The link is below for the instructions from Angus.

http://www.contractortalk.com/f73/urethane-grout-installation-tidbits-95592/


----------



## geoffhazel (Mar 24, 2013)

yeah, I read Angus's tips and tricks already. I think I might have to jury-rig some little tiny scraper to get those low tiles clean, one at a time. And worse case is we run out and have to come back Monday. At least we can save the 8 lbs of the second 9 if we have to buy more. I have a small test piece here at the house and will see if the tile needs sealing or not on that before I head over to the job.


----------



## country_huck (Dec 2, 2009)

They look like travertine tiles, use a good penetration sealer BEFORE you grout. The grout itself should not be sealed.


----------



## astor (Dec 19, 2008)

I think you have plenty,for 75 sq.ft of similar mosaics,I bought two buckets of 18 lbs.and one half bucket was leftover. Even your mosaics are smaller squares still will be enough.


----------



## geoffhazel (Mar 24, 2013)

*experiment results*

I took a scrap of tile 5" x 10" and glued it to a scrap of sheetrock at home tonight. Mixed up the grout and grouted half the scrap. It leveled nicely, even with the "higher" squares. It scraped off all the tiles and left a level grout line. I wiped it down right away with a wrung out sponge and then a wrung out microfiber cloth. 
I DO notice some very fine scratches on the clear glass tiles if I hold it quite right and compare it to the virgin tiles. I don't think it's bad enough to not go ahead. I also notice on some of the "frosted glass" tiles some "smears" that are either residual grout urethane OR some damage like scratching from the tile. 
I didn't notice any ill effects from not sealing the tile.


----------



## EthanB (Sep 28, 2011)

Just start out slow and you'll be fine. I think the instructions say every 5 square feet you should stop and wipe but I wouldn't go much more than a linear foot with that micro-mosaic.
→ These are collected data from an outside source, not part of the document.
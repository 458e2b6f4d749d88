import type { Metadata } from "next";
import { notFound } from "next/navigation";
import { StopScreen } from "@/components/driver/stop-screen";
import { getDb } from "@/db";
import { requirePermission } from "@/lib/auth/current-user";
import { serverEnv } from "@/lib/env";
import { AppError } from "@/lib/errors";
import { getRunSheet } from "@/lib/runs/service";

export const metadata: Metadata = { title: "Stop" };

const ID = /^[1-9]\d{0,15}$/;

// One stop of the driver's run: scan, sign, or say why it could not be served. Another driver's run is a 404.
export default async function StopPage({ params }: { params: Promise<{ runId: string; stopId: string }> }) {
  const user = await requirePermission("runs.work");
  const { runId, stopId } = await params;
  if (!ID.test(runId) || !ID.test(stopId)) notFound();
  const sheet = await getRunSheet(getDb(), user, Number(runId)).catch((error: unknown) => {
    if (error instanceof AppError && error.code === "not_found") return null;
    throw error;
  });
  const stop = sheet?.stops.find((s) => s.id === Number(stopId));
  if (!sheet || !stop) notFound();
  return (
    <div className="mx-auto max-w-xl">
      <StopScreen runId={sheet.runId} initialStop={stop} stopCount={sheet.stops.length} timeZone={serverEnv().UNIT_TIME_ZONE} />
    </div>
  );
}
There's no prize for pushing the dry times but there is a hell of a penalty.

I've found that the calculator is really accurate. There is almost no waste. I've over ordered when it was really close rather than risk a long delay and a trip back but I wouldn't do it for my house.


----------



## astor (Dec 19, 2008)

geoffhazel said:


> I took a scrap of tile 5" x 10" and glued it to a scrap of sheetrock at home tonight. Mixed up the grout and grouted half the scrap. It leveled nicely, even with the "higher" squares. It scraped off all the tiles and left a level grout line. I wiped it down right away with a wrung out sponge and then a wrung out microfiber cloth.
> I DO notice some very fine scratches on the clear glass tiles if I hold it quite right and compare it to the virgin tiles. I don't think it's bad enough to not go ahead. I also notice on some of the "frosted glass" tiles some "smears" that are either residual grout urethane OR some damage like scratching from the tile.
> I didn't notice any ill effects from not sealing the tile.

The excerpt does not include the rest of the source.